Relation between endianness and stack-growth direction

Question

Is there a relation between endianness of a processor and the direction of stack growth?

For example, x86 architecture is little endian and the stack grows downwards (i.e. it starts at highest address and grows towards lower address with each push operation). Similarly, in SPARC architecture, which is big endian, the stack starts at lowest address and grows upwards towards higher addresses.

This relationship pattern is seen in almost all architectures. I believe there must be a reason for this unsaid convention. Can this be explained from computer architecture or OS point of view? Is this for some optimization in the microcode inside the processor? Does this aid the kernel in some way? Or may be other reason?

Thanks in advance!

Answer 1

Stack growth direction is orthogonal to integer endianness.

There is zero connection between the order of bytes within a wider integer (word), and whether a stack push adds or subtracts from the stack pointer. As far as a push is concerned, storing the data is a single operation.

Mapping a register-width integer to bytes in memory uses different hardware from the stack-pointer inc/dec logic; I assume the normal design would be to use the same hardware that non-push/pop stores/loads go through, and just treat the store from a push like any other store of a "word". Not any kind of weird one-byte-at-a-time thing that increments the stack pointer one by one.

This relationship pattern is seen in almost all architectures.

Uhhhh, not really. Many modern RISC ISAs (e.g.
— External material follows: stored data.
def test_default_policy_is_on_warnings() -> None:
    assert Config().delivery.require_review == "on-warnings"
    assert load_config(DEMO / "sitrep.toml").delivery.require_review == "on-warnings"


def test_on_warnings_holds_the_demo_week_and_says_who_must_review_what(held: Held) -> None:
    code, out, err = held.steps["run"]
    assert code == cli.EXIT_HELD == 4, err
    assert held.received["run"] == 0
    assert verify_bundle(held.bundle).ok  # built and archived, untouched by the hold
    assert held.state_when_held == "unsent"
    manifest = json.loads((held.bundle / "manifest.json").read_text(encoding="utf-8"))
    named = {d["id"]: d["name"] for d in manifest["page_one_districts"]}
    # Every district the manifest lists as named on page 1 is named in the PDF's page 1 (only the
    # top-third list is cut short there, after its first eight names), and the demo's revised
    # districts that page 1 names are the ones the message lists.
    page_one = page_one_text(held.bundle / "report.pdf")
    findings = json.loads((held.bundle / "validation.json").read_text(encoding="utf-8"))["findings"]
    revised = sorted(f["district_id"] for f in findings if f["rule"] == "revision-large")
    assert revised == ["002", "021", "033", "041"]
    on_page_one = [i for i in revised if named.get(i) and named[i] in page_one]
    assert on_page_one and on_page_one == [i for i in revised if i in named]
    assert "held for review" in err and "'on-warnings'" in err
    assert f"Reviewer: {REVIEWER}" in err
    for i in on_page_one:
        assert f"{i} {named[i]}" in err
    for i in set(revised) - set(on_page_one):
        assert f"{i} " not in err.split("To review:")[1].split(":")[0]
    assert f"sitrep approve {held.bundle}" in err


def test_send_and_resend_of_a_held_bundle_exit_4_and_send_nothing(held: Held) -> None:
    for step in ("send", "send-resend", "run-again"):
        code, _, err = held.steps[step]
        assert code == 4 and "held for review" in err, (step, err)
    assert held.received["held"] == 0
    assert not (held.folder / "archive" / SLUG / "2026-W47" / "v2").exists()  # no rebuild either


def test_approve_records_reviewer_time_and_note_outside_the_bundle(held: Held) -> None:
    code, out, err = held.steps["approve"]
    assert code == 0, err
    record = review_record_path(held.bundle)
    assert record == held.bundle.parent / "v1.review.jsonl"
    lines = record.read_bytes().splitlines()
    assert len(lines) == 1
    entry = json.loads(lines[0])
    assert (
        entry["by"] == "Dr Ilsa Marrow" and entry["note"] == "revisions checked with the districts"
    )
    assert entry["time"].endswith("Z")
    assert (
        entry["manifest_sha256"]
        == hashlib.sha256((held.bundle / "manifest.json").read_bytes()).hexdigest()
    )
    assert entry["prev_sha256"] == "0" * 64
    assert {r["rule"] for r in entry["approved"]} == {"revision-large"}
    # the bundle itself still verifies: nothing was written inside it
    assert verify_bundle(held.bundle).ok
    code, out, _ = held.steps["verify-draft"]
    assert code == 0 and "review: draft, not approved" in out
    code, out, _ = held.steps["verify-approved"]
    assert code == 0 and "OK:" in out and "review: approved by Dr Ilsa Marrow" in out


def test_after_approval_the_next_run_sends_exactly_once(held: Held) -> None:
    code, out, err = held.steps["run-approved"]
    assert code == 0, err
    assert "e-mail sent" in out and "approved by Dr Ilsa Marrow" in out
    assert held.received["approved"] == 1
    code, out, err = held.steps["run-after"]
    assert code == 0 and "nothing to do" in out, err
    assert held.received["after"] == 1
    _, _, raw = held.handler.messages[0]
    assert b"internal-" not in raw  # only the partner PDF is attached
    index = (held.folder / "archive" / "index.html").read_text(encoding="utf-8")
    assert "approved by Dr Ilsa Marrow" in index  # the archive index shows the review state


def test_approving_a_tampered_bundle_is_refused(held: Held, tmp_path: Path) -> None:
    bundle = writable_copy(held.pristine, tmp_path)
    with open(bundle / "report.pdf", "ab") as fh:
        fh.write(b"%")
    code, _, err = cli_run("approve", str(bundle), "--by", "Dr Ilsa Marrow")
    assert code == cli.EXIT_DELIVERY and "fails verification" in err
    assert not review_record_path(bundle).exists()


def test_an_edited_review_record_approves_nothing(held: Held, tmp_path: Path) -> None:
    bundle = writable_copy(held.pristine, tmp_path)
    approve_bundle(bundle, by="A. Reviewer")
    approve_bundle(bundle, by="B. Reviewer", note="second look")
    approvals, problem = read_approvals(bundle)
    assert [a.by for a in approvals] == ["A. Reviewer", "B. Reviewer"] and problem == ""
    record = review_record_path(bundle)
    first, second = record.read_bytes().splitlines()
    assert json.loads(second)["prev_sha256"] == hashlib.sha256(first).hexdigest()
    # edit the first line: the second no longer follows it
    record.write_bytes(first.replace(b"A. Reviewer", b"Z. Nobody") + b"\n" + second + b"\n")
    assert review_state(bundle, "on-warnings").status == "broken"
    code, out, _ = cli_run("verify", str(bundle))
    assert code == cli.EXIT_BLOCKED and "review record" in out
    with pytest.raises(DeliveryError, match="cannot be trusted"):
        approve_bundle(bundle, by="C. Reviewer")
    # drop the first line: the second does not start the chain
    record.write_bytes(second + b"\n")
    assert review_state(bundle, "on-warnings").status == "broken"
    # a sound approval line moved next to another bundle (another manifest) approves nothing
    other = write_bundle(
        tmp_path / "arch",
        "Elsewhere",
        "2026-W47",
        {"validation.json": (bundle / "validation.json").read_bytes()},
        {"page_one_districts": []},
    )
    review_record_path(other.path).write_bytes(first + b"\n")
    state = review_state(other.path, "on-warnings")
    assert state.status == "broken" and "another manifest" in state.problem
MIPS, PowerPC, ARM) have selectable endianness¹, and that's not connected to stack-growth direction.

What is the direction of stack growth in most modern systems? shows that on most mainstream systems, the stack growth direction is typically down either by convention or by requirement, including on big-endian systems.
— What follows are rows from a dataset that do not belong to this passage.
def _week_spec(cmap: ColumnMap, out: FindingCollector) -> tuple[str, list[str]] | None:
    """Which week representation the column map declares: kind and column names."""
    alternatives: list[tuple[str, list[str]]] = []
    year, number = _opt(cmap.year), _opt(cmap.week_number)
    if year or number:
        if not (year and number):
            out.error(
                "week-columns-ambiguous",
                "columns.year and columns.week_number must be set together; got only "
                f"{'year' if year else 'week_number'}. Set both, or use columns.week",
            )
            return None
        alternatives.append(("year-week", [year, number]))
    if _opt(cmap.week_start):
        alternatives.append(("start", [cmap.week_start]))  # type: ignore[list-item]
    if _opt(cmap.week_end):
        alternatives.append(("end", [cmap.week_end]))  # type: ignore[list-item]
    if len(alternatives) > 1:
        out.error(
            "week-columns-ambiguous",
            "the column map declares more than one way to give the week ("
            + ", ".join(k for k, _ in alternatives)
            + "); keep exactly one of year+week_number, week_start or week_end",
        )
        return None
    if alternatives:
        return alternatives[0]
    if _opt(cmap.week):
        return ("label", [cmap.week])  # type: ignore[list-item]
    out.error(
        "week-columns-ambiguous",
        "the column map names no week column; set columns.week (a label like 2026-W47), "
        "columns.year + columns.week_number, columns.week_start or columns.week_end",
    )
    return None


@dataclasses.dataclass(frozen=True)
class _Typed:
    """The typed frame and what findings need to know about the file's columns."""

    frame: pd.DataFrame
    columns: SourceColumns
    numeric_id_lines: tuple[int, ...]


@dataclasses.dataclass(frozen=True)
class _Positions:
    """Where the mapped columns are in the header (None: optional and not in the file)."""

    id: int
    name: int | None
    sites: int | None
    ili: int
    total: int
    rate: int | None
    week: list[int]


@dataclasses.dataclass(frozen=True)
class _Ids:
    """District ids per row: codes into the distinct ids as read (stripped, padded)."""

    codes: np.ndarray
    uniques: np.ndarray
    numeric_lines: tuple[int, ...]

    def at(self, i: int) -> str | None:
        return str(self.uniques[self.codes[i]]) or None


def _type_table(
    raw: Raw, settings: InputSettings, system: WeekSystem, out: FindingCollector
) -> _Typed | None:
    """Find the mapped columns, drop blank rows, type ids, names, counts and weeks, assemble."""
    names = [nfc(h).strip() for h in raw.header]
    positions = _header_positions(names, out)
    spec = _week_spec(settings.columns, out)
    pos = _find_columns(settings.columns, names, positions, spec, out)
    if out.has_errors or pos is None or spec is None:
        return None
    raw = _drop_blank_rows(raw, out)
    if len(raw.lines) == 0:
        out.error(
            "file-header-only",
            "the file has a header but no data rows; expected one row per district and "
            "week. Check that the export finished",
            line=1,
        )
        return None
    ids = _district_ids(raw, pos.id, names, settings, out)
    cells = Cells(raw, names, ids.at, out)
    decimal = settings.decimal
    ili = count_column(cells, pos.ili, True, "ILI visits", decimal)
    total = count_column(cells, pos.total, True, "total visits", decimal)
    sites = (
        count_column(cells, pos.sites, False, "reporting sites", decimal)
        if pos.sites is not None
        else np.full(len(raw.lines), np.nan)
    )
    rate = None
    if pos.rate is not None:
        rate = rate_column(cells, pos.rate, decimal, settings.columns.rate_scale == "per_1000")
    week_codes, categories = type_weeks(
        raw, WeekSpec(*spec), pos.week, names, system, ids.at, out, settings.date_format
    )
    if out.has_errors or week_codes is None:
        return None
    counts = {"reporting_sites": sites, "ili_visits": ili, "total_visits": total}
    return _assemble(
        raw, names, pos, ids, _district_names(raw, pos.name), counts, rate, (week_codes, categories)
    )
According to the answer on that Q&A, mainstream OSes / ABIs on SPARC choose to grow the stack downward. Upward is an option on SPARC, but the normal choice is downward like other systems.

Can this be explained from computer architecture or OS point of view?

What we can explain is that downward is the de-facto standard. IDK why SPARC bothered to make upward an option. Stack at the top of available memory, with static code/data at fixed addresses at the bottom, is obviously natural without paging / virtual memory. https://softwareengineering.stackexchange.com/questions/137640/why-does-the-stack-grow-downward

So that's how we got here.

On some ISAs, e.g. MIPS, the stack-grown direction is purely determined by software. The hardware doesn't implicitly / asynchronously use the stack, and there aren't push/pop instructions that make it more efficient to go one way or the other.

But the normal choice is still downward.

Other ISAs are like x86 where async interrupts push stuff onto the kernel stack, forcing one direction. Or at least have a bias in one way, by providing efficient push/pop for one direction (like ARM Thumb, and like x86's push/pop). Not to mention x86's call/ret instructions that push/pop a return address instead of just writing a link register.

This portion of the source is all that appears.